WHAT YOU HAVE TO DO:
A precise repetition of every line below is the required answer.

DATA PROVIDED:

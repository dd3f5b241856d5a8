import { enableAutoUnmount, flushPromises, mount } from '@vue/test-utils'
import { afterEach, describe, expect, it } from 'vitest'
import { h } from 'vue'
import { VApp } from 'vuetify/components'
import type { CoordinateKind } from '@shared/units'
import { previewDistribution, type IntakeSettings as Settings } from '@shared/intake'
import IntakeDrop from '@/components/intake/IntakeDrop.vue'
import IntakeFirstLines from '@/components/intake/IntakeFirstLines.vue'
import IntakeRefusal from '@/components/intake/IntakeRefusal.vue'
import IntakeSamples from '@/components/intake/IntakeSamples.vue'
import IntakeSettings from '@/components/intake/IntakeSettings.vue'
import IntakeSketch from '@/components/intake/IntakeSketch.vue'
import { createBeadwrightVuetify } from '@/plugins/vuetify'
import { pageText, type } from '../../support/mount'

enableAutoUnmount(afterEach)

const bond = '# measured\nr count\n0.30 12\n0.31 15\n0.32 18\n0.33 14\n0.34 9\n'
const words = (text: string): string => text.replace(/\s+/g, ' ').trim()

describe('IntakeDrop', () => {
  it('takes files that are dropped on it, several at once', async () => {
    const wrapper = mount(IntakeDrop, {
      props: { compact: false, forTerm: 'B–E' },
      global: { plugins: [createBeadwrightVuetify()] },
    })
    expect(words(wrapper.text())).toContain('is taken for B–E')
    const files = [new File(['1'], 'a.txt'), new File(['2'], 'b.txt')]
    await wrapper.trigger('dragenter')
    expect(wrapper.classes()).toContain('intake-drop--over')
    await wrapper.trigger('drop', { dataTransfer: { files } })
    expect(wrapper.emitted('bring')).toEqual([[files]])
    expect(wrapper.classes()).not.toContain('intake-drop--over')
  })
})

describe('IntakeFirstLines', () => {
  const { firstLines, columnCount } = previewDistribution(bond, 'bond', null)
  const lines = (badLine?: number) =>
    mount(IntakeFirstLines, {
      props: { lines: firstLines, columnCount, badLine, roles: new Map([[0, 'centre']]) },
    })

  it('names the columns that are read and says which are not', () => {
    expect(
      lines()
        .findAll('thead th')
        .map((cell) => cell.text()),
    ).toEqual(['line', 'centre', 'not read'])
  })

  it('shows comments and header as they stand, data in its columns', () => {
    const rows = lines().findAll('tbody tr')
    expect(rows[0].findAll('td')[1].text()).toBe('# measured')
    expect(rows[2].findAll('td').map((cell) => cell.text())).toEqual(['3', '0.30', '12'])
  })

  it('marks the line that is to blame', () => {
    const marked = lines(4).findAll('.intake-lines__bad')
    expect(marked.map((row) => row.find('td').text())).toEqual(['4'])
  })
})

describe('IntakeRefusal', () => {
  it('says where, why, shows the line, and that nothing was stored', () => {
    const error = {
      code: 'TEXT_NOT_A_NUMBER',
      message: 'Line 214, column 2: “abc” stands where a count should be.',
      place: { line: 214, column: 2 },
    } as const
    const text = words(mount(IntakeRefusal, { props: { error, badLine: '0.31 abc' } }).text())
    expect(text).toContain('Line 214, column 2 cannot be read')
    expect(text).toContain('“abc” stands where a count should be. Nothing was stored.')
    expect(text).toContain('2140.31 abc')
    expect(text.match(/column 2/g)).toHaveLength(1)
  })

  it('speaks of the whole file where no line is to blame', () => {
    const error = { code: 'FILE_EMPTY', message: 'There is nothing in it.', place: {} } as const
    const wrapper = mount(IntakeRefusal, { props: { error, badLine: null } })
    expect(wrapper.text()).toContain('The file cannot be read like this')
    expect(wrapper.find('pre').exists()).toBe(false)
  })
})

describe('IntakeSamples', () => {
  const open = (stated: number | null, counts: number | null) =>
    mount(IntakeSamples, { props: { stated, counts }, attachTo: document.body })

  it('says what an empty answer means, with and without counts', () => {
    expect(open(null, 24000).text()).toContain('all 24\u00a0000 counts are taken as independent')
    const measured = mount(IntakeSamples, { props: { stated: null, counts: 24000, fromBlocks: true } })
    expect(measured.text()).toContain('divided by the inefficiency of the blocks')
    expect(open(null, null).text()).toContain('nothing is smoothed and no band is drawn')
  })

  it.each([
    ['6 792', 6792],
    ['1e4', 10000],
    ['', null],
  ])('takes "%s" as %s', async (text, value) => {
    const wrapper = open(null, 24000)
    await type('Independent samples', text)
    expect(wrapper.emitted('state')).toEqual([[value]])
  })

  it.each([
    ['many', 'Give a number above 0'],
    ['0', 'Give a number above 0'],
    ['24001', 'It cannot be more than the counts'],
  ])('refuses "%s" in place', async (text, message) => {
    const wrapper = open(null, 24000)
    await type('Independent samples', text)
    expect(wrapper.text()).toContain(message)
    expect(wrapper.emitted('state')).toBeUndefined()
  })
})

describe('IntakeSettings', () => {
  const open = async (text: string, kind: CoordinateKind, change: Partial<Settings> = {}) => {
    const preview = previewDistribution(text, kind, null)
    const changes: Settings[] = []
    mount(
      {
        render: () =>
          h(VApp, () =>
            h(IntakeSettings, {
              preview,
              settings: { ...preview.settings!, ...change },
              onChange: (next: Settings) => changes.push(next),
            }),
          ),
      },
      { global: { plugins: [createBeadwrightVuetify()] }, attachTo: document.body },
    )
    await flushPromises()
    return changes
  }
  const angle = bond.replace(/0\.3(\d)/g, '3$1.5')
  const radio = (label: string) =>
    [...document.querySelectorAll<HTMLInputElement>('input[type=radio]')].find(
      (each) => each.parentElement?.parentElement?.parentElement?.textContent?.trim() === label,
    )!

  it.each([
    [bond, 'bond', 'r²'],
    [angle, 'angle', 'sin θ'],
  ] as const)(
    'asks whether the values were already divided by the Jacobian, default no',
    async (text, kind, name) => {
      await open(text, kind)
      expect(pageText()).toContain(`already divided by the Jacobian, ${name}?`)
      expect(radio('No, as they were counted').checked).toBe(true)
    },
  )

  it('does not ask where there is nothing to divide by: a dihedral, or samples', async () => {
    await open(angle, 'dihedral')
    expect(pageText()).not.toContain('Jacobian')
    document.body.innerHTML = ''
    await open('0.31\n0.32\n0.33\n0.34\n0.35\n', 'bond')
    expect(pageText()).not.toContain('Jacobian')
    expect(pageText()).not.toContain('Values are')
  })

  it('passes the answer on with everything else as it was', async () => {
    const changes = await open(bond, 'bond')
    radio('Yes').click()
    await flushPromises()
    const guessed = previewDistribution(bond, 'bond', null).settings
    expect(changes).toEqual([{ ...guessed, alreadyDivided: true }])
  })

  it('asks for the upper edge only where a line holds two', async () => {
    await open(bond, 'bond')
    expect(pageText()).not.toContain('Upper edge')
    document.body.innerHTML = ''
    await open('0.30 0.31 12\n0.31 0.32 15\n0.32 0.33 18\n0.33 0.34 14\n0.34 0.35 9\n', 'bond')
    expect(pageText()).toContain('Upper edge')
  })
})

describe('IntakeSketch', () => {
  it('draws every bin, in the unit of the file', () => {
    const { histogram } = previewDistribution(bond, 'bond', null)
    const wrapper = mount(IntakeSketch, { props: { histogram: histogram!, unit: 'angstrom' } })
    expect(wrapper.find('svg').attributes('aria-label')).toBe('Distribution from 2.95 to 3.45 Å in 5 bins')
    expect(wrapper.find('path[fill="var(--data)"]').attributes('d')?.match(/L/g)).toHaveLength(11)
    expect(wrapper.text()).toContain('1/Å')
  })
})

ANSWER AREA:
repository dd3f5b241856d5a8
import { enableAutoUnmount, flushPromises, mount } from '@vue/test-utils'
import { afterEach, describe, expect, it } from 'vitest'
import { h } from 'vue'
import { VApp } from 'vuetify/components'
import type { CoordinateKind } from '@shared/units'
import { previewDistribution, type IntakeSettings as Settings } from '@shared/intake'
import IntakeDrop from '@/components/intake/IntakeDrop.vue'
import IntakeFirstLines from '@/components/intake/IntakeFirstLines.vue'
import IntakeRefusal from '@/components/intake/IntakeRefusal.vue'
import IntakeSamples from '@/components/intake/IntakeSamples.vue'
import IntakeSettings from '@/components/intake/IntakeSettings.vue'
import IntakeSketch from '@/components/intake/IntakeSketch.vue'
import { createBeadwrightVuetify } from '@/plugins/vuetify'
import { pageText, type } from '../../support/mount'

enableAutoUnmount(afterEach)

const bond = '# measured\nr count\n0.30 12\n0.31 15\n0.32 18\n0.33 14\n0.34 9\n'
const words = (text: string): string => text.replace(/\s+/g, ' ').trim()

describe('IntakeDrop', () => {
  it('takes files that are dropped on it, several at once', async () => {
    const wrapper = mount(IntakeDrop, {
      props: { compact: false, forTerm: 'B–E' },
      global: { plugins: [createBeadwrightVuetify()] },
    })
    expect(words(wrapper.text())).toContain('is taken for B–E')
    const files = [new File(['1'], 'a.txt'), new File(['2'], 'b.txt')]
    await wrapper.trigger('dragenter')
    expect(wrapper.classes()).toContain('intake-drop--over')
    await wrapper.trigger('drop', { dataTransfer: { files } })
    expect(wrapper.emitted('bring')).toEqual([[files]])
    expect(wrapper.classes()).not.toContain('intake-drop--over')
  })
})

describe('IntakeFirstLines', () => {
  const { firstLines, columnCount } = previewDistribution(bond, 'bond', null)
  const lines = (badLine?: number) =>
    mount(IntakeFirstLines, {
      props: { lines: firstLines, columnCount, badLine, roles: new Map([[0, 'centre']]) },
    })

  it('names the columns that are read and says which are not', () => {
    expect(
      lines()
        .findAll('thead th')
        .map((cell) => cell.text()),
    ).toEqual(['line', 'centre', 'not read'])
  })

  it('shows comments and header as they stand, data in its columns', () => {
    const rows = lines().findAll('tbody tr')
    expect(rows[0].findAll('td')[1].text()).toBe('# measured')
    expect(rows[2].findAll('td').map((cell) => cell.text())).toEqual(['3', '0.30', '12'])
  })

  it('marks the line that is to blame', () => {
    const marked = lines(4).findAll('.intake-lines__bad')
    expect(marked.map((row) => row.find('td').text())).toEqual(['4'])
  })
})

describe('IntakeRefusal', () => {
  it('says where, why, shows the line, and that nothing was stored', () => {
    const error = {
      code: 'TEXT_NOT_A_NUMBER',
      message: 'Line 214, column 2: “abc” stands where a count should be.',
      place: { line: 214, column: 2 },
    } as const
    const text = words(mount(IntakeRefusal, { props: { error, badLine: '0.31 abc' } }).text())
    expect(text).toContain('Line 214, column 2 cannot be read')
    expect(text).toContain('“abc” stands where a count should be. Nothing was stored.')
    expect(text).toContain('2140.31 abc')
    expect(text.match(/column 2/g)).toHaveLength(1)
  })

  it('speaks of the whole file where no line is to blame', () => {
    const error = { code: 'FILE_EMPTY', message: 'There is nothing in it.', place: {} } as const
    const wrapper = mount(IntakeRefusal, { props: { error, badLine: null } })
    expect(wrapper.text()).toContain('The file cannot be read like this')
    expect(wrapper.find('pre').exists()).toBe(false)
  })
})

describe('IntakeSamples', () => {
  const open = (stated: number | null, counts: number | null) =>
    mount(IntakeSamples, { props: { stated, counts }, attachTo: document.body })

  it('says what an empty answer means, with and without counts', () => {
    expect(open(null, 24000).text()).toContain('all 24\u00a0000 counts are taken as independent')
    const measured = mount(IntakeSamples, { props: { stated: null, counts: 24000, fromBlocks: true } })
    expect(measured.text()).toContain('divided by the inefficiency of the blocks')
    expect(open(null, null).text()).toContain('nothing is smoothed and no band is drawn')
  })

  it.each([
    ['6 792', 6792],
    ['1e4', 10000],
    ['', null],
  ])('takes "%s" as %s', async (text, value) => {
    const wrapper = open(null, 24000)
    await type('Independent samples', text)
    expect(wrapper.emitted('state')).toEqual([[value]])
  })

  it.each([
    ['many', 'Give a number above 0'],
    ['0', 'Give a number above 0'],
    ['24001', 'It cannot be more than the counts'],
  ])('refuses "%s" in place', async (text, message) => {
    const wrapper = open(null, 24000)
    await type('Independent samples', text)
    expect(wrapper.text()).toContain(message)
    expect(wrapper.emitted('state')).toBeUndefined()
  })
})

describe('IntakeSettings', () => {
  const open = async (text: string, kind: CoordinateKind, change: Partial<Settings> = {}) => {
    const preview = previewDistribution(text, kind, null)
    const changes: Settings[] = []
    mount(
      {
        render: () =>
          h(VApp, () =>
            h(IntakeSettings, {
              preview,
              settings: { ...preview.settings!, ...change },
              onChange: (next: Settings) => changes.push(next),
            }),
          ),
      },
      { global: { plugins: [createBeadwrightVuetify()] }, attachTo: document.body },
    )
    await flushPromises()
    return changes
  }
  const angle = bond.replace(/0\.3(\d)/g, '3$1.5')
  const radio = (label: string) =>
    [...document.querySelectorAll<HTMLInputElement>('input[type=radio]')].find(
      (each) => each.parentElement?.parentElement?.parentElement?.textContent?.trim() === label,
    )!

  it.each([
    [bond, 'bond', 'r²'],
    [angle, 'angle', 'sin θ'],
  ] as const)(
    'asks whether the values were already divided by the Jacobian, default no',
    async (text, kind, name) => {
      await open(text, kind)
      expect(pageText()).toContain(`already divided by the Jacobian, ${name}?`)
      expect(radio('No, as they were counted').checked).toBe(true)
    },
  )

  it('does not ask where there is nothing to divide by: a dihedral, or samples', async () => {
    await open(angle, 'dihedral')
    expect(pageText()).not.toContain('Jacobian')
    document.body.innerHTML = ''
    await open('0.31\n0.32\n0.33\n0.34\n0.35\n', 'bond')
    expect(pageText()).not.toContain('Jacobian')
    expect(pageText()).not.toContain('Values are')
  })

  it('passes the answer on with everything else as it was', async () => {
    const changes = await open(bond, 'bond')
    radio('Yes').click()
    await flushPromises()
    const guessed = previewDistribution(bond, 'bond', null).settings
    expect(changes).toEqual([{ ...guessed, alreadyDivided: true }])
  })

  it('asks for the upper edge only where a line holds two', async () => {
    await open(bond, 'bond')
    expect(pageText()).not.toContain('Upper edge')
    document.body.innerHTML = ''
    await open('0.30 0.31 12\n0.31 0.32 15\n0.32 0.33 18\n0.33 0.34 14\n0.34 0.35 9\n', 'bond')
    expect(pageText()).toContain('Upper edge')
  })
})

describe('IntakeSketch', () => {
  it('draws every bin, in the unit of the file', () => {
    const { histogram } = previewDistribution(bond, 'bond', null)
    const wrapper = mount(IntakeSketch, { props: { histogram: histogram!, unit: 'angstrom' } })
    expect(wrapper.find('svg').attributes('aria-label')).toBe('Distribution from 2.95 to 3.45 Å in 5 bins')
    expect(wrapper.find('path[fill="var(--data)"]').attributes('d')?.match(/L/g)).toHaveLength(11)
    expect(wrapper.text()).toContain('1/Å')
  })
})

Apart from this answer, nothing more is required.